Cori et al v. Martin, Jr. et al
Filing
111
ORDER OF REMAND: The Court GRANTS 19 Motion to Remand, DENIES the motion for Attorney's Fees and Costs, and DENIES as moot 22 Motion to Remand and For Award of Attorney Fees and Costs. The Court REMANDS this matter to the Madison County, Illinois Circuit Court. Signed by Judge David R. Herndon on 10/31/2017. (csd)

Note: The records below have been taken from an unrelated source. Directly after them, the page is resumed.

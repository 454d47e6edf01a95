import type { Permission } from "@heddle/backend/contract";
import type { ButtonProps } from "@mui/material/Button";
import Button from "@mui/material/Button";
import Tooltip from "@mui/material/Tooltip";
import { useSession } from "../hooks/session";
import { whyNot } from "../lib/why-not";

/** A button for those whose role allows it; for others it stands there, says why not, and does nothing. */
export function MayButton({ permission, onClick, ...rest }: { permission: Permission } & ButtonProps) {
  const reason = whyNot(useSession().role, permission);
  if (reason === null) return <Button {...rest} onClick={onClick} />;
  return (
    <Tooltip title={reason} describeChild>
      <Button
        {...rest}
        aria-disabled="true"
        className="refused"
        disableRipple
        onClick={(event) => event.preventDefault()}
      />
    </Tooltip>
  );
}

IN THE UNITED STATES DISTRICT COURT
FOR THE SOUTHERN DISTRICT OF ILLINOIS
ANNE SCHLAFLY CORI, as a
Director and the Executive Director
of Eagle Forum, et al.,
Plaintiffs,
No. 3:17−cv–590-DRH-RJD
v.
EDWARD R. MARTIN, JR.,
And
JOHN F. SCHLAFLY
Defendants,
And
EAGLE FORUM, an Illinois Not for
Profit Corporation,
Nominal Defendant.
MEMORANDUM AND ORDER
HERNDON, District Judge:
I.
Introduction
Now before the Court are Cori and Eagle Forum’s motions to remand
(Docs. 19 & 22). Cori moves this Court to remand the case because this Court
lacks subject matter jurisdiction as there is no diversity jurisdiction and no
federal question jurisdiction. Eagle Forum moves to remand due to a defect in
procedure when Defendant Eagle Forum did not consent to removal, as is
required. Northern Illinois Gas Co. v. Airco Indus. Gases, A Division of Airco,
Inc., 676 F.2d 270, 272 (7th Cir. 1982).
Martin Jr. opposes the motions, arguing that the Court has federal question
jurisdiction over Cori's complaint (Doc. 23) and that Eagle Forum is a nominal
defendant and therefore its consent was not required. Since this court finds there
is no subject matter jurisdiction, the motions based on procedural defect are
moot and not discussed here. Based on the record and the applicable case law,
the Court GRANTS Plaintiff's motion to remand, DENIES Plaintiff’s motion for
attorney’s fees and DENIES as moot Eagle Forum’s motion.
II.
The
well-pleaded
Standard of Review
complaint
doctrine
states
that
federal
question
jurisdiction is present where the face of the complaint alleges a violation of federal
law. Caterpillar Inc. v. Williams, 482 U.S. 386, 392 (1987). This rule is designed
to make the plaintiff the “master of the claim,” that is, he or she can avoid federal
jurisdiction by solely relying upon state law. Id. The removal statute, 28 U.S.C. §
1441, is construed narrowly, and doubts concerning removal are resolved in favor
of remand. Doe v. Allied-Signal, Inc., 985 F.2d 908, 911 (7th Cir.1993).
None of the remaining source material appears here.